▶ What is required
Transcribe each record exactly as it appears.

Task data below:

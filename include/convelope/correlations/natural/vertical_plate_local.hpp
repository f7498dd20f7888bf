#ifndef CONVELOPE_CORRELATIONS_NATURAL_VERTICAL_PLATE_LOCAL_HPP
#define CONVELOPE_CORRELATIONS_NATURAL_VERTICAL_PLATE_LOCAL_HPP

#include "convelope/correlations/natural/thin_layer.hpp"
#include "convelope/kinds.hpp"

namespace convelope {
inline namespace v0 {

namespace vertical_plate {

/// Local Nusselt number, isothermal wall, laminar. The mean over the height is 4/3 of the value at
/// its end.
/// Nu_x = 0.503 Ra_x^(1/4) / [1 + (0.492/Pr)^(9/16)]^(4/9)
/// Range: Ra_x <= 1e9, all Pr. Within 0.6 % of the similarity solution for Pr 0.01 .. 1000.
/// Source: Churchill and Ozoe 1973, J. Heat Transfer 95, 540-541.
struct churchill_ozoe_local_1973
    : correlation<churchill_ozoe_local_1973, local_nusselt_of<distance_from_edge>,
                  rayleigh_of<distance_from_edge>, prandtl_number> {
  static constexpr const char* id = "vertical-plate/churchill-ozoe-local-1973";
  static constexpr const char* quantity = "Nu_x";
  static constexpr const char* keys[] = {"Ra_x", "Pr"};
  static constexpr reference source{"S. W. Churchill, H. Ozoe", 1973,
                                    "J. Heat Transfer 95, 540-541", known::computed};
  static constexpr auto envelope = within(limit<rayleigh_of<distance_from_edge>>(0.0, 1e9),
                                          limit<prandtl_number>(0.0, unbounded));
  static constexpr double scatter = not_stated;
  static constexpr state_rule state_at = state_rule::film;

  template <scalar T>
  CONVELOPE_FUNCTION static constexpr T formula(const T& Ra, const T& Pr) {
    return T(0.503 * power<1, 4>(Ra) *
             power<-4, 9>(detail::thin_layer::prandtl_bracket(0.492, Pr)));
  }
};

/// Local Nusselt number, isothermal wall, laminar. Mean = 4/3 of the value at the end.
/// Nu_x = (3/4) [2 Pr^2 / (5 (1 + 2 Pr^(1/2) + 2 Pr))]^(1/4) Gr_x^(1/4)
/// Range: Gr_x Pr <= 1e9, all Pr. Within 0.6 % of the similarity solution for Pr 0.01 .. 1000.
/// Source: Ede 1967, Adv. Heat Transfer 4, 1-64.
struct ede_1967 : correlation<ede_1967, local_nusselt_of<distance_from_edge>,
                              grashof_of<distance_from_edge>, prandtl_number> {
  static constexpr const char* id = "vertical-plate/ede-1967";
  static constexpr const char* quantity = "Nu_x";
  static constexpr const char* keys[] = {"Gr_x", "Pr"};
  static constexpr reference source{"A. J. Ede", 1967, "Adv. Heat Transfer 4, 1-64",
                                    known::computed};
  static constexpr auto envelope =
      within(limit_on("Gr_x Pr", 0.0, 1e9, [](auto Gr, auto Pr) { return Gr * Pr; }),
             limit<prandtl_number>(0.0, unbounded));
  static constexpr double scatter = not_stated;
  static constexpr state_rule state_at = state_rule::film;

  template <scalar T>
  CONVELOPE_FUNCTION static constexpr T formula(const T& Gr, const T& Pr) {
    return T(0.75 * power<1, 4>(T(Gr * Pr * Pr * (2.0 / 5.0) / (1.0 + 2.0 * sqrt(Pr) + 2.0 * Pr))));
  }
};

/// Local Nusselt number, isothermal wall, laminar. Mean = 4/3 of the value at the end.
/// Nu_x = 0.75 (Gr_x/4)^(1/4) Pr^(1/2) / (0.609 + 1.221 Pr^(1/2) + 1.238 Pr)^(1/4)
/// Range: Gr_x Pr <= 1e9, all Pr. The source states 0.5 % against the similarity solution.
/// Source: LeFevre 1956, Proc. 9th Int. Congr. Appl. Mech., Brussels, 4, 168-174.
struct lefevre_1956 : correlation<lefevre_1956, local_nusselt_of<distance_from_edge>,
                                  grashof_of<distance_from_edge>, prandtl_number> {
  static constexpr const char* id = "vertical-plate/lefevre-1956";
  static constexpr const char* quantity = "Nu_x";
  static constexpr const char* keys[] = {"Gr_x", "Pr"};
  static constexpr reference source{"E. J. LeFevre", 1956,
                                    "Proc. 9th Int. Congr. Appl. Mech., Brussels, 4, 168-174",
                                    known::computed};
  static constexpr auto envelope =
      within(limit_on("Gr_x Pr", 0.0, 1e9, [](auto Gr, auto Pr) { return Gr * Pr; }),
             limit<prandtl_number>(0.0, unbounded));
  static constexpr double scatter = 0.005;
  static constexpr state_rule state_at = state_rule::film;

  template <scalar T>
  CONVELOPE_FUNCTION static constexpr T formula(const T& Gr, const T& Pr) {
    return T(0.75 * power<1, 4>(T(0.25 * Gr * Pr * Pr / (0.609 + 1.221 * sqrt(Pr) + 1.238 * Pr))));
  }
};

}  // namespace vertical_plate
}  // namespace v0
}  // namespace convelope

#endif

End of Task data.

▶ Answer to this problem
filename include/convelope/correlations/natural/vertical_plate_local.hpp
repository f7498dd20f7888bf
#ifndef CONVELOPE_CORRELATIONS_NATURAL_VERTICAL_PLATE_LOCAL_HPP
#define CONVELOPE_CORRELATIONS_NATURAL_VERTICAL_PLATE_LOCAL_HPP

#include "convelope/correlations/natural/thin_layer.hpp"
#include "convelope/kinds.hpp"

namespace convelope {
inline namespace v0 {

namespace vertical_plate {

/// Local Nusselt number, isothermal wall, laminar. The mean over the height is 4/3 of the value at
/// its end.
/// Nu_x = 0.503 Ra_x^(1/4) / [1 + (0.492/Pr)^(9/16)]^(4/9)
/// Range: Ra_x <= 1e9, all Pr. Within 0.6 % of the similarity solution for Pr 0.01 .. 1000.
/// Source: Churchill and Ozoe 1973, J. Heat Transfer 95, 540-541.
struct churchill_ozoe_local_1973
    : correlation<churchill_ozoe_local_1973, local_nusselt_of<distance_from_edge>,
                  rayleigh_of<distance_from_edge>, prandtl_number> {
  static constexpr const char* id = "vertical-plate/churchill-ozoe-local-1973";
  static constexpr const char* quantity = "Nu_x";
  static constexpr const char* keys[] = {"Ra_x", "Pr"};
  static constexpr reference source{"S. W. Churchill, H. Ozoe", 1973,
                                    "J. Heat Transfer 95, 540-541", known::computed};
  static constexpr auto envelope = within(limit<rayleigh_of<distance_from_edge>>(0.0, 1e9),
                                          limit<prandtl_number>(0.0, unbounded));
  static constexpr double scatter = not_stated;
  static constexpr state_rule state_at = state_rule::film;

  template <scalar T>
  CONVELOPE_FUNCTION static constexpr T formula(const T& Ra, const T& Pr) {
    return T(0.503 * power<1, 4>(Ra) *
             power<-4, 9>(detail::thin_layer::prandtl_bracket(0.492, Pr)));
  }
};

/// Local Nusselt number, isothermal wall, laminar. Mean = 4/3 of the value at the end.
/// Nu_x = (3/4) [2 Pr^2 / (5 (1 + 2 Pr^(1/2) + 2 Pr))]^(1/4) Gr_x^(1/4)
/// Range: Gr_x Pr <= 1e9, all Pr. Within 0.6 % of the similarity solution for Pr 0.01 .. 1000.
/// Source: Ede 1967, Adv. Heat Transfer 4, 1-64.
struct ede_1967 : correlation<ede_1967, local_nusselt_of<distance_from_edge>,
                              grashof_of<distance_from_edge>, prandtl_number> {
  static constexpr const char* id = "vertical-plate/ede-1967";
  static constexpr const char* quantity = "Nu_x";
  static constexpr const char* keys[] = {"Gr_x", "Pr"};
  static constexpr reference source{"A. J. Ede", 1967, "Adv. Heat Transfer 4, 1-64",
                                    known::computed};
  static constexpr auto envelope =
      within(limit_on("Gr_x Pr", 0.0, 1e9, [](auto Gr, auto Pr) { return Gr * Pr; }),
             limit<prandtl_number>(0.0, unbounded));
  static constexpr double scatter = not_stated;
  static constexpr state_rule state_at = state_rule::film;

  template <scalar T>
  CONVELOPE_FUNCTION static constexpr T formula(const T& Gr, const T& Pr) {
    return T(0.75 * power<1, 4>(T(Gr * Pr * Pr * (2.0 / 5.0) / (1.0 + 2.0 * sqrt(Pr) + 2.0 * Pr))));
  }
};

/// Local Nusselt number, isothermal wall, laminar. Mean = 4/3 of the value at the end.
/// Nu_x = 0.75 (Gr_x/4)^(1/4) Pr^(1/2) / (0.609 + 1.221 Pr^(1/2) + 1.238 Pr)^(1/4)
/// Range: Gr_x Pr <= 1e9, all Pr. The source states 0.5 % against the similarity solution.
/// Source: LeFevre 1956, Proc. 9th Int. Congr. Appl. Mech., Brussels, 4, 168-174.
struct lefevre_1956 : correlation<lefevre_1956, local_nusselt_of<distance_from_edge>,
                                  grashof_of<distance_from_edge>, prandtl_number> {
  static constexpr const char* id = "vertical-plate/lefevre-1956";
  static constexpr const char* quantity = "Nu_x";
  static constexpr const char* keys[] = {"Gr_x", "Pr"};
  static constexpr reference source{"E. J. LeFevre", 1956,
                                    "Proc. 9th Int. Congr. Appl. Mech., Brussels, 4, 168-174",
                                    known::computed};
  static constexpr auto envelope =
      within(limit_on("Gr_x Pr", 0.0, 1e9, [](auto Gr, auto Pr) { return Gr * Pr; }),
             limit<prandtl_number>(0.0, unbounded));
  static constexpr double scatter = 0.005;
  static constexpr state_rule state_at = state_rule::film;

  template <scalar T>
  CONVELOPE_FUNCTION static constexpr T formula(const T& Gr, const T& Pr) {
    return T(0.75 * power<1, 4>(T(0.25 * Gr * Pr * Pr / (0.609 + 1.221 * sqrt(Pr) + 1.238 * Pr))));
  }
};

}  // namespace vertical_plate
}  // namespace v0
}  // namespace convelope

#endif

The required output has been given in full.